Lord Carey wonders whether there is ‘something fundamentally wrong with Islam at its core’

Lord CareyLord Carey, the former Archbishop of Canterbury, has called on leading British Muslims to support the right to convert from Islam to another religion after a court in Sudan sentenced a woman to death for apostasy.

The peer said it was “accepted doctrine” that Muslim converts should face the death penalty. He also said there were examples of ex-Muslims in Britain who had been forced to “almost go underground”.

“Isn’t there something fundamentally wrong with Islam at its core that it cannot allow people to change their religion?” he told The Sunday Times. “It is accepted doctrine in Islam [that] you don’t convert and if you do the penalty may be death.” He added: “I want to hear Muslim leaders say ‘we allow Muslims to become Christians if they wish to’.”

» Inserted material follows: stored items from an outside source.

# held-out pairs below which a slice's recall@K is mostly noise: its standard error sqrt(p (1 - p) / n) (a
# binomial share) reaches 0.05 at n = 100 (common practice, no source)
FEW_HELD_OUT = 100


def thin_slices_note(ev: EvaluationSection, n_valid: int, n_test: int) -> str | None:
    """A note when a per-user split held out fewer than FEW_HELD_OUT validation or test pairs although its
    fractions ask for some: a user's units are held out only once round(fraction x units) reaches 1, so logs of
    users with few orders or sessions leave those slices nearly empty. None otherwise."""
    if ev.split not in PER_USER_SPLITS:
        return None
    thin = [f"{n:,} {name}" for n, name, asked in ((n_valid, "validation", ev.validation_fraction > 0),
                                                  (n_test, "test", ev.test_fraction > 0 or ev.split == "user_last"))
            if asked and n < FEW_HELD_OUT]
    if not thin:
        return None
    return (f"note: evaluation.split {ev.split} held out only {' and '.join(thin)} pairs: early stopping and the "
            f"figures follow noise at that size; a per-user split holds out a user's units (orders, sessions or "
            f"events) only once the user has enough of them (README, Evaluation protocol); raise "
            f"evaluation.test_fraction / validation_fraction, or use split: random")


def split_units(q: np.ndarray, c: np.ndarray, groups: np.ndarray | None, item_item: bool) -> np.ndarray:
    """One unit code per row (0..n_units-1): rows with one code always land on the same side.

    Rows are joined when they share a group, and in item_item mode when they hold the same unordered
    pair. Without either, every row is its own unit (code = row position).
    """
    keys = []
    if item_item:
        lo, hi = np.minimum(q, c).astype(np.int64), np.maximum(q, c).astype(np.int64)
        keys.append(np.unique(lo * (int(max(q.max(initial=0), c.max(initial=0))) + 1) + hi, return_inverse=True)[1])
    if groups is not None:
        keys.append(np.unique(groups, return_inverse=True)[1])
    if not keys:
        return np.arange(len(q), dtype=np.int64)
    if len(keys) == 1:
        return keys[0].reshape(-1).astype(np.int64)
    return connected_units(keys[0].reshape(-1), keys[1].reshape(-1))


def connected_units(a: np.ndarray, b: np.ndarray) -> np.ndarray:
    """Connected components of the graph whose nodes are the values of `a` and of `b` and whose edges are
    the rows (a[i], b[i]): each row's component, numbered 0..k-1 in order of first row.

    Minimum-label propagation with pointer jumping, one vectorised pass per round; the rounds grow with
    the logarithm of the longest chain of linked keys, not with the rows.
    """
    na = int(a.max(initial=-1)) + 1
    u, v = a.astype(np.int64), b.astype(np.int64) + na
    label = np.arange(na + int(b.max(initial=-1)) + 1, dtype=np.int64)
    while True:
        low = np.minimum(label[u], label[v])
        before = label.copy()
        np.minimum.at(label, u, low)
        np.minimum.at(label, v, low)
        while True:  # pointer jumping: every label points at a node whose label is not larger
            jumped = label[label]
            if np.array_equal(jumped, label):
                break
            label = jumped
        if np.array_equal(label, before):
            break
    # first-appearance numbering, so the codes do not depend on how the keys were numbered
    _, first, inverse = np.unique(label[u], return_index=True, return_inverse=True)
    rank = np.empty(len(first), dtype=np.int64)
    rank[np.argsort(first, kind="stable")] = np.arange(len(first))
    return rank[inverse.reshape(-1)]


def _unit_count(unit: np.ndarray | int) -> int:
    """Units of a unit array (codes 0..k-1), or `unit` itself when given as a row count: one unit a row."""
    return unit if isinstance(unit, int) else int(unit.max(initial=-1)) + 1


def _unit_first_row(unit: np.ndarray | int, n_units: int) -> np.ndarray:
    if isinstance(unit, int):
        return np.arange(unit, dtype=np.int64)
    first = np.full(n_units, len(unit), dtype=np.int64)
    np.minimum.at(first, unit, np.arange(len(unit), dtype=np.int64))
    return first


def _unit_time(unit: np.ndarray | int, n_units: int, when: np.ndarray) -> np.ndarray:
    """Each unit's earliest event time."""
    if isinstance(unit, int):
        return when.astype(np.int64, copy=False)
    t = np.full(n_units, np.iinfo(np.int64).max, dtype=np.int64)
    np.minimum.at(t, unit, when.astype(np.int64))
    return t


def global_sides(unit: np.ndarray | int, when: np.ndarray | None, ev: EvaluationSection, rng) -> np.ndarray:
    """Random or time split of the units, the fractions applied to units: test first, then validation
    from the rest. Returns each row's side. unit: each row's unit code, or the row count when every row
    is its own unit (data/baskets.py places its n baskets so)."""
    n_units = _unit_count(unit)
    if ev.split == "time" and when is not None:
        order = np.argsort(_unit_time(unit, n_units, when), kind="stable")
    else:
        # int32 where it fits: the same order as rng.permutation(n_units), half the memory for a long log
        order = rng.permutation(np.arange(n_units, dtype=index_dtype(n_units)))
    n_test = int(round(ev.test_fraction * n_units))
    n_valid = int(round(ev.validation_fraction * (n_units - n_test)))
    unit_side = np.full(n_units, TRAIN, dtype=np.int8)
    if ev.split == "time":  # the latest units are the test slice, the next latest validation
        unit_side[order[n_units - n_test:]] = TEST
        unit_side[order[n_units - n_test - n_valid:n_units - n_test]] = VALID
    else:
        unit_side[order[:n_test]] = TEST
        unit_side[order[n_test:n_test + n_valid]] = VALID
    return unit_side if isinstance(unit, int) else unit_side[unit]


def _whole_log_time_sides(unit: np.ndarray | int, when: np.ndarray, ev: EvaluationSection,
                          whole: WholeLog) -> np.ndarray:
    """global_sides' time split of every process's units, made in each process for its own: the counts are of
    the whole log's units, and of two units at one time the later is the one one process numbers later (a
    row: later in the log; a group: a later first appearance; WholeLog.unit_keys), so the processes place
    between them exactly the units one process would (global_sides' sort by time is stable)."""
    n_units = _unit_count(unit)
    when_unit = _unit_time(unit, n_units, when)
    key = whole.unit_keys(unit, n_units)
    total = int(whole.summed(n_units))
    n_test = int(round(ev.test_fraction * total))
    n_valid = int(round(ev.validation_fraction * (total - n_test)))
    unit_side = np.full(n_units, TRAIN, dtype=np.int8)
    test = latest_units(when_unit, key, n_test, whole.summed)
    unit_side[test] = TEST
    rest = np.flatnonzero(~test)
    unit_side[rest[latest_units(when_unit[rest], key[rest], n_valid, whole.summed)]] = VALID
    return unit_side if isinstance(unit, int) else unit_side[unit]


def latest_units(when: np.ndarray, key: np.ndarray, n: int, summed) -> np.ndarray:
    """Which of this process's units are among the n latest of all processes' units, by (time, key); the
    keys are distinct over all processes. No unit leaves its process: a bisection finds the cut-off time
    (the latest with at least n units at or after it), then one among the keys of the units at that time,
    each step a count summed over the processes: 2 x 64 sums of one number."""
    if n <= 0:
        return np.zeros(len(when), dtype=bool)
    if n >= int(summed(len(when))):
        return np.ones(len(when), dtype=bool)
    cut = _last_with_count(when, n, summed)
    out = when > cut
    at_cut = np.flatnonzero(when == cut)
    wanted = n - int(summed(int(out.sum())))  # >= 1 by the choice of cut
    out[at_cut[key[at_cut] >= _last_with_count(key[at_cut], wanted, summed)]] = True
    return out


def _last_with_count(values: np.ndarray, n: int, summed) -> int:
    """The largest whole number v with at least n of all processes' int64 values >= v (n >= 1 and at most
    their count)."""
    lo, hi = -(1 << 63), (1 << 63) - 1
    values = values.astype(np.int64, copy=False)
    while lo < hi:
        mid = (lo + hi + 1) // 2
        if int(summed(int(np.count_nonzero(values >= mid)))) >= n:
            lo = mid
        else:
            hi = mid - 1
    return lo


def _per_user_sides(unit: np.ndarray | int, q: np.ndarray, when: np.ndarray | None, ev: EvaluationSection,
                    rng, trained: np.ndarray | None = None) -> np.ndarray:
    """Each user's units split apart, every user keeping at least one training unit; returns each row's side.
    trained: bool by user id, users whose training holds units from elsewhere already (a warm start's pairs the
    earlier run trained on): they need none of these, so the caps below are k, not k - 1, for them.

    A unit belongs to the user of its first row. user_share: of a user's k units, round(test_fraction x k)
    at random are test (halves rounded up), capped at k - 1; then round(validation_fraction x the rest)
    of the rest are validation, capped to leave one for training. user_recent: the same counts, taken
    from the user's latest units (test the latest, validation the latest before them). user_last: the
    latest min(last_n, k - 1) units are test and, when validation_fraction > 0, the min(last_n, what is
    left - 1) before them validation. By time, a unit is at its earliest event and among equal times the
    later row counts as later.
    """
    n_units = _unit_count(unit)
    first = _unit_first_row(unit, n_units)
    narrow = index_dtype(max(n_units, int(q.max(initial=0)) + 1))  # 4 bytes a unit where it fits
    owner = q[first].astype(narrow)
    by_time = ev.split in ("user_recent", "user_last")
    # by time, ascending by (owner, earliest time, first row), so a user's latest units come last; else a
    # random order within each user
    within = (first.astype(narrow), _unit_time(unit, n_units, when)) if by_time else (rng.random(n_units),)
    order = np.lexsort((*within, owner))
    first = within = None
    owners_sorted = owner[order]
    starts = np.flatnonzero(np.r_[True, owners_sorted[1:] != owners_sorted[:-1]])
    # units each owner keeps for training at least: 1, or 0 for an owner trained already
    keeps = 1 if trained is None else 1 - trained[owners_sorted[starts]].astype(np.int64)
    owners_sorted = None
    counts = np.diff(np.r_[starts, n_units])  # each owner's units, in owner order
    # the counts of test and validation units, once per owner, then compared with each unit's place
    if ev.split == "user_last":
        n_test = np.minimum(ev.last_n, counts - keeps)
        n_valid = np.minimum(ev.last_n, counts - keeps - n_test) if ev.validation_fraction > 0 else np.zeros_like(counts)
    else:
        n_test = np.minimum(np.floor(ev.test_fraction * counts + 0.5).astype(np.int64), counts - keeps)
        left = counts - n_test
        n_valid = np.minimum(np.floor(ev.validation_fraction * left + 0.5).astype(np.int64), left - keeps)
    group = np.repeat(np.arange(len(starts), dtype=narrow), counts)  # each sorted unit's owner, 0..owners-1
    pos = np.arange(n_units, dtype=narrow) - starts.astype(narrow)[group]  # place within the owner's units
    if by_time:
        pos = counts.astype(narrow)[group] - 1 - pos  # 0 is the latest
    sorted_side = np.full(n_units, TRAIN, dtype=np.int8)
    sorted_side[pos < (n_test + n_valid).astype(narrow)[group]] = VALID
    sorted_side[pos < n_test.astype(narrow)[group]] = TEST
    unit_side = np.empty(n_units, dtype=np.int8)
    unit_side[order] = sorted_side
    return unit_side if isinstance(unit, int) else unit_side[unit]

Lord Carey spoke out after Meriam Ibrahim, 27, was sentenced to death by a sharia court in Sudan after refusing to recant her Christian faith. The sentence has been suspended as she is pregnant.

Independent, 18 May 2014


Carey urges Muslims to end death sentence

By Nicholas Hellen and Miles Amoore

Sunday Times, 18 May 2014

BRITISH Muslims should abandon the doctrine that converting from Islam is punishable by death, according to Lord Carey, the former Archbishop of Canterbury.

He intervened amid international outrage at the death sentence imposed by an Islamic court in Sudan on Meriam Yehya Ibrahim, 27, a pregnant woman, for her refusal to recant her Christian faith.

Carey described the verdict as a “tipping point” and said in an interview with The Sunday Times: “Isn’t there something fundamentally wrong with Islam at its core that it cannot allow people to change their religion? Moderate Muslims … have to say enough is enough.

“It is accepted doctrine in Islam [that] you don’t convert and if you do the penalty may be death. When Muslims do convert they almost go underground and there are examples of this in Britain.”

He said Muslims in Britain “get a really good deal” here with the freedom to worship and to convert people to Islam.

He urged them to speak out: “I want to hear Muslim leaders say ‘we allow Muslims to become Christians if they wish to’. It could be a ripe moment for us to do something together, not only in condemning such atrocities but to hear Muslim leaders say that we do believe the fundamental human right to change your religion.”

Ibrahim, who is eight months pregnant, was convicted of apostasy, or the renunciation of faith, by a court in Khartoum last week after she told the judge: “I am a Christian and I never committed apostasy.” Sudan, where the majority of the population is Muslim, is governed by sharia (Islamic law).

Ibrahim is in prison with her 18-month-old son and is allowed a stay of execution for 1 years from when the baby is born for it to be weaned. Her husband uses a wheelchair and is entirely dependent on her, according to her lawyer. Ibrahim will also receive 100 lashes for adultery because her marriage to a Christian man is not recognised under sharia.

She was born to a Sudanese Muslim father and an Egyptian Orthodox mother. According to rights groups, she was brought up as a Christian after her father left when she was six years old.

Dr Al-Fatih Izz al-Din, the national assembly’s Speaker, said she was not brought up in a non-Muslim home, as she had claimed, but that both parents were Muslims.

Carey won some support from Inayat Bunglawala, chairman of Muslims4UK, who said: “It is so tragic that in the 21st century someone can still be sentenced to death for wanting to change their religion. We can only hope that the Sudanese authorities come to their senses and recognise the disservice they are doing to the way Islam is viewed by the rest of the world and rescind this death sentence.

“Ultimately, the issue of apostasy is part of a far wider question that much of the Muslim world is still struggling with – how to reconcile traditional Islamic doctrine with modern notions of human rights, including freedom of speech, freedom of association and sexual freedoms.”

Cardinal Vincent Nichols, the Archbishop of Westminster, added his voice to those calling for the death sentence to be lifted: “I, together with all Catholics and many who share our profound respect for life, plead for clemency to be shown to Meriam Yehya Ibrahim … I make this plea also for the sake of the innocent child who would be deprived of her mother if the sentence were carried out.

“The right to life and the right to religious freedom are fundamental to the dignity bestowed on every one of us by Almighty God. The denial of either, or both, undermines the basis on which a just society that promotes lasting peace has to be built.”

Michael Nazir-Ali, the former Bishop of Rochester and chairman of Oxtrad, which trains Christians for ministry in places where the church is in danger of persecution, said some signatories to the Universal Declaration of Human Rights had circumvented article 18, which guarantees freedom of religion, by adding a proviso that it would be upheld insofar as it was consistent with sharia.

He said he was “outraged” by the way Ibrahim had been “victimised”.

The UK does not provide direct funding to Sudan but offers aid through the United Nations and the World Bank.

The Department for International Development condemned the Sudanese court ruling, saying: “Sentencing a woman to death for following her religious beliefs is truly appalling.”